Kesain Rumah Derpih
Dalam hal alam
pemikiran dan kepercayaan, orang Karo (yang belum memeluk agama Islam atau
Kristen) erkiniteken (percaya) akan adanya Dibata (Tuhan) sebagai maha pencipta
segala yang ada di alam raya dan dunia. Menurut kepercayaan tersebut Dibata
yang menguasai segalanya itu terdiri dari
1.
Dibata Idatas atau Guru Butara Atas yang menguasai alam
raya/langit.
2.
Dibata Itengah atau Tuan Paduka Niaji yang menguasai bumi
atau dunia.
3.
Dibata Iteruh atau Tuan Banua Koling yang menguasai di
bawah atau di dalam bumi.
Dibata ini disembah agar manusia
mendapatkan keselamatan, jauh dari marabahaya dan mendapatkan kelimpahan
rezeki. Mereka pun percaya adanya tenaga gaib yaitu berupa kekuatan yang
berkedudukan di batu-batu besar, kayu besar, sungai, gunung, gua, atau
tempat-tempat lain. Tempat inilah yang dikeramatkan.
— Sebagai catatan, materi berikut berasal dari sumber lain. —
import type { Role } from '#common/schemas/api/common.ts';
import { ForbiddenError, UnauthenticatedError } from './errors.ts';
import type { Member, Principal } from './principal.ts';

export type PolicyName = 'public' | 'signed-in' | 'read' | 'edit' | 'owner';

/** Who may use a route. `admit` throws for everybody else and hands on what the use case needs to know of the sender. */
export interface Policy<Admitted> {
  readonly name: PolicyName;
  admit(principal: Principal | null): Admitted;
}

/** Roles that each policy of a workspace admits. Sales reads; the knobs it may move belong to shares. */
export const ROLES: Readonly<Record<'read' | 'edit' | 'owner', readonly Role[]>> = {
  read: ['owner', 'engineer', 'sales', 'viewer'],
  edit: ['owner', 'engineer'],
  owner: ['owner'],
};

function signedIn(principal: Principal | null): Principal {
  if (principal === null) throw new UnauthenticatedError();
  return principal;
}

function memberPolicy(name: keyof typeof ROLES): Policy<Member> {
  return {
    name,
    admit(principal) {
      const { user, workspace } = signedIn(principal);
      if (workspace === null) throw new ForbiddenError('no-workspace', 'You are not a member of any workspace.');
      if (!ROLES[name].includes(workspace.role)) {
        throw new ForbiddenError('forbidden', `Your role, ${workspace.role}, does not allow this.`);
      }
      return { userId: user.id, workspaceId: workspace.id, role: workspace.role };
    },
  };
}

/** Open to everybody, signed in or not. */
export const PUBLIC: Policy<Principal | null> = { name: 'public', admit: (principal) => principal };
export const SIGNED_IN: Policy<Principal> = { name: 'signed-in', admit: signedIn };
export const READ = memberPolicy('read');
export const EDIT = memberPolicy('edit');
export const OWNER = memberPolicy('owner');
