"""Positions from CSV files: what is understood, and what is refused with its line."""

import numpy as np
import pytest

from bemescape.errors import SettingsError
from bemescape.windows.positions import read_positions

TWO = np.array([[0.001, 0.002, 0.003], [-0.004, 0.0005, 60.0]])


@pytest.fixture
def written(tmp_path):
    def write(content):
        path = tmp_path / "pores.csv"
        path.write_bytes(content if isinstance(content, bytes) else content.encode())
        return path

    return write


@pytest.mark.parametrize(
    "content",
    [
        "x,y,z\n1,2,3\n-4,0.5,6e4\n",
        "x,y,z\r\n1,2,3\r\n-4,.5,60000.\r\n",
        b"\xef\xbb\xbfx,y,z\n1,2,3\n-4,0.5,6e4",
        "x;y;z\n1;2;3\n-4;0.5;6e4\n",
        "x\ty\tz\n1\t2\t3\n-4\t0.5\t6e4\n",
        'id, Z ,x,"Y"\na,3,1,2\n\nb,6e4,-4,"0.5"\n',
        "# found by hand\nx,y,z,note\n1,2,3,\n-4,0.5,6e4,faint\n",
        "x [nm],y [nm],z [nm]\n1,2,3\n-4,0.5,6e4\n",
        "x_nm,y_nm,z_um\n1,2,0.003\n-4,0.5,60\n",
        "x,y,z\nnm,nm,nm\n1,2,3\n-4,0.5,6e4\n",
        "x,y,z,\n1,2,3,\n-4,0.5,6e4,\n",
    ],
    ids=range(11),
)
def test_columns_and_units_are_found(written, content):
    path = written(content)
    has_unit = any(unit in path.read_bytes() for unit in (b"nm",))
    places, lines = read_positions(path, unit=None if has_unit else "nm")
    np.testing.assert_allclose(places, TWO, rtol=1e-14)
    assert len(lines) == 2
    kept = path.read_bytes().decode("utf-8-sig").splitlines()
    assert all(str(number) in kept[line - 1] for number, line in zip((3, 5), lines, strict=True))


def test_the_unit_of_the_mesh_file_serves_where_nothing_else_says_one(written):
    path = written("x,y,z\n1,2,3\n")
    np.testing.assert_allclose(
        read_positions(path, otherwise_um=np.array([0.004, 0.004, 0.04]))[0], [[0.004, 0.008, 0.12]]
    )
    np.testing.assert_allclose(read_positions(path, unit=["nm", "nm", "40 nm"])[0], [[0.001, 0.002, 0.12]])


@pytest.mark.parametrize(
    ("content", "sentence"),
    [
        ("x,y,z\n1,2,3\n", "does not say in which unit its positions are"),
        ("x,y\n1,2\n", r"line 1 has no column z but 'x, y'; the first row names"),
        ("1,2,3\n4,5,6\n", "line 1 has no column x or y or z but '1, 2, 3'"),
        ("x,y,z,X\n1,2,3,4\n", "names the column x twice"),
        ("x [nm],y,z\n1,2,3\n", "gives some of x, y and z a unit but not all"),
        ("x [nm],y [nm],z [pixels]\n1,2,3\n", "'pixels' is not a quantity in um"),
        ("x [nm],y [nm],z [nm]\n", "has a header but no positions"),
        ("", "is empty; it needs a header"),
        ("# nothing\n\n", "is empty; it needs a header"),
        ("x_nm,y_nm,z_nm\n1,2,3\n4,,6\n", "line 3 has no y; every row needs x, y and z"),
        ("x_nm,y_nm,z_nm\n1,2,3\n4,5\n", "line 3 has no z"),
        ("x_nm,y_nm,z_nm\n1,2,3\n4,nan,6\n", "line 3: y is 'nan', which is not a finite number"),
        ("x_nm,y_nm,z_nm\n1,2,inf\n", "line 2: z is 'inf', which is not a finite number"),
        ("x_nm,y_nm,z_nm\n1,2,1e999\n", "line 2: z is '1e999', which is not a finite number"),
        ("x_nm,y_nm,z_nm\n1,two,3\n", "line 2: y is 'two', which is not a finite number"),
        ("x_nm,y_nm,z_nm\n1,2,3_0\n", "line 2: z is '3_0', which is not a finite number"),
        ("x_nm;y_nm;z_nm\n1,5;2,5;3,5\n", "line 2: x is '1,5'; save it with decimal points, not commas"),
        ("x_nm,y_nm,z_nm\n1,5,2,5,3,5\n", "line 2 has 6 entries, but the header 3; if numbers have decimal commas"),
        ('x_nm,y_nm,z_nm\n"1,2,3\n', "is not a CSV file"),
        ("x_nm,y_nm,z_nm\n1,2,3\n".encode("utf-16"), "is not plain text"),
        (b"x_nm,y_nm,z_nm\n1,2,3\0\n", "is not plain text"),
        (b"\x93NUMPY\x01\x00v\x00", "is not plain text"),
    ],
    ids=range(22),
)
def test_what_cannot_be_read_is_refused_with_its_line(written, content, sentence):
    with pytest.raises(SettingsError, match=sentence) as caught:
        read_positions(written(content))
    assert "\n" not in str(caught.value)


def test_two_units_that_differ_are_refused(written):
    path = written("x,y,z\nnm,nm,nm\n1,2,3\n")
    assert len(read_positions(path, unit="nm")[0]) == 1
    with pytest.raises(SettingsError, match="says that its numbers are in nm, but the unit given is 'um'"):
        read_positions(path, unit="um")


def test_a_missing_file_and_a_folder_are_refused(tmp_path):
    for path in (tmp_path / "lost.csv", tmp_path, "\0"):
        with pytest.raises(SettingsError):
            read_positions(path, unit="nm")


def test_a_hundred_thousand_rows_are_read_in_seconds(written):
    random = np.random.default_rng(0).random((100_000, 3))
    path = written("x,y,z\n" + "\n".join(",".join(map(repr, row)) for row in random.tolist()))
    places, lines = read_positions(path, unit="um")
    np.testing.assert_array_equal(places, random)
    assert lines[-1] == 100_001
Dalam hal ini Dibata yang menguasai
baik alam raya/langit, dunia/bumi, atapun di dalam tanah- disembah maka
permintaan akan terkabul. Karena itu masyarakat yang berkepercayaan demikian
melakukan berbagai variasi untuk melakukan penyembahan. Mereka juga percaya
bahwa roh manusia yang masih hidup yang dinamakan “Tendi“, sewaktu-waktu bisa
meninggalkan jasad/badan manusia.
Mereka juga percaya bahwa jika
manusia sudah meninggal maka tendi akan menjadi begu atau arwah. Banyak upacara
ritual yang dilakukan oleh mereka yang ditujukan untuk keselamatan, kebahagiaan
hidup, dan ketenangan berpikir. Upacara-upacara tersebut antara lain upacara
kepercayaan menghadapi bahaya paceklik, menanam padi, menghadapi mimpi buruk,
maju menuju medan perang, memasuki rumah baru, menghadapi kelahiran anak,
kematian, menyucikan hati dan pikiran, dan lain lain.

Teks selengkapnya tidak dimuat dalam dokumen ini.